Street children. One day they’re filling you with enthusiasm and goodwill and the next they suck it back out of you. The engagement that you’d carefully teased out of them is gone, dissolved into the glue and vanished up their nose; the glimmer of hope you’d guarded just for them is snuffed out. So it was with David, Pablo (the first boy presenting the video) and Martín.

I returned last week to give Martín the disposable camera, but he was nowhere to be found amongst the littered environs of his base. David was to be found but still hadn’t finished the camera roll. He’s had it 3 weeks now and my patience is being tried. I asked if he wanted to come and practice another hour with the SLR. He took a deep breath from the worn, sticky hanky of glue and shook his head. I rolled my eyes, told him there’s more to life than Activo and gave him another week to finish the photos before I take back the camera. That’s tomorrow. And Pablo. Pablo escaped from Casa Alianza about a month ago and is a different person from the one you see in the video. His eyeballs have turned yellow, he has new scars on his face and he looks tired, really tired. He ignored me when I approached him. After all we’ve shared, Pablo! I felt like I’d been kicked in the stomach, but then you can’t take these things personally.

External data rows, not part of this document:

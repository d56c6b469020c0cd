"""The ``perfchain`` command line: parse -> call -> print or write. No physics here.

Owns: the click group and its error handling (:mod:`.main`) and one module per command family
(:mod:`.point`, :mod:`.sweep`, :mod:`.study`, :mod:`.vehicle`).

May import everything below it; nothing imports it.
"""

from perfchain.cli.main import main

__all__ = ["main"]
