"""The ``perfchain`` command line: parse -> call -> print/write. No physics here."""

from __future__ import annotations

import sys

import click

from perfchain.errors import PerfchainError

__all__ = ["main"]


class _Group(click.Group):
    """A click group whose every error is one line on stderr and exit code 2."""

    def main(self, *args, **kwargs):  # noqa: D401 - click API
        kwargs.setdefault("standalone_mode", False)
        try:
            return super().main(*args, **kwargs)
        except PerfchainError as exc:
            click.echo(f"error: {exc}", err=True)
            sys.exit(2)
        except click.exceptions.Exit as exc:
            sys.exit(exc.exit_code)
        except click.exceptions.Abort:
            click.echo("error: aborted", err=True)
            sys.exit(130)
        except click.ClickException as exc:
            msg = " ".join(exc.format_message().split())
            click.echo(f"error: {msg}", err=True)
            sys.exit(2)


@click.group(cls=_Group, context_settings={"help_option_names": ["-h", "--help"]})
@click.version_option(package_name="perfchain")
def main():
    """perfchain: propellant performance from ingredients to vehicle delta-v.

    Results are theoretical estimates. Propellants and hot-fire work can kill:
    follow local codes, range safety and licensed practice.
    """


def _register():
    """Attach the sub-commands that live in their own modules."""
    import importlib

    for module, name in (
        ("perfchain.cli.point", "point"),
        ("perfchain.cli.point", "ingredients"),
        ("perfchain.cli.vehicle", "deltav"),
        ("perfchain.cli.sweep", "sweep"),
        ("perfchain.cli.sweep", "compare"),
        ("perfchain.cli.study", "run"),
        ("perfchain.cli.study", "new_study"),
    ):
        try:
            mod = importlib.import_module(module)
        except ModuleNotFoundError as exc:
            if exc.name != module:
                raise
            continue
        main.add_command(getattr(mod, name))


_register()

No, you can’t take these things personally. I hadn’t lost faith entirely, so on Thursday when JJ (Hota Hota) introduced me to 15 year old Andrés Brayan I gathered up my shattered enthusiasm and made an arrangement for a Friday morning meeting. In the end, JJ couldn’t join us, so I decidedly went alone, and there I found Andrés Brayan where he said he would be, by the traffic lights of Metro Hidalgo.

Andrés Brayan works a tireless 12 hour day at the traffic lights, washing windscreens for a peso or two. He has to ensure he makes enough everyday to pay for his bedsit room (that’s MX$100, about £5), so I felt bad taking out three hours of his precious time. But if he was annoyed he didn’t show it. We ummed and ahhed about where we would take our photo session. “Why don’t you go to the Basílica?” said the wife of his boss, “there’s loads of activity there. Just don’t be giving him any glue…” (Andrés has been off glue for over a year). I assured her that that is not the way I roll and she noddingly gave her consent. Off we bumbled just Andrés and I, a funny pair we must have looked.

After some time, he ventured to ask me, “Where are you from?”

“England,” I replied, “Do you know where it is?”  He shook his head, although funnily enough I noticed he was wearing an Inglaterra t-shirt. The bus arrived.

“Do you miss your home?” He asked me.

“Sometimes.”

“Me too, I miss my home sometimes.”

A silence ensued as we got on the bus, both contemplating our respective homes, although the situations that had got us there couldn’t have been further apart.

The Basílica was heaving, it being the days running up to the day of the Virgin of Guadalupe, Mexico’s patron saint. We gazed on at the people bent backwards carrying their bedecked plastic Virgins. “I don’t believe in the Virgin”, said Andrés before asking a man if he could take his picture.

Andrés' first documentary photograph of a couple with their Virgen de Guadalupe.

Usually with these sessions it is I making the suggestions for a photograph, but not with Andrés. I found myself following him around like a limp biscuit as he snapped quality shot after quality shot. “I think I understand this!” He finally exclaimed, “I just need to work more on understanding the settings”. He was even self-criticising and that does show an understanding beyond the basics.

I went back to the traffic lights today as we’d arranged. There he was, leant over a bonnet, scrubbing away. He saw me and waved. I showed him the contact sheet of his photos and we picked out together the ones he would like to exhibit (see below). I then put all my faith in him and handed him the disposable camera. “I want you to document your Christmas, Andrés Brayan, make a visual diary.” He nodded. “We’ll see each other next month?” He nodded again. I trust him.

A cripple sits next to the Virgin. Andrés wanted to show how much the people rely on her for help

Andrés stood for ages waiting for the perfect moment to take this picture of people paying for their blessings.

And finally, both our favourite - a father and son touch the painting of recently sainted San Juan Diego, who had the vision of the Virgen of Guadalupe all those years ago. The light came out just right!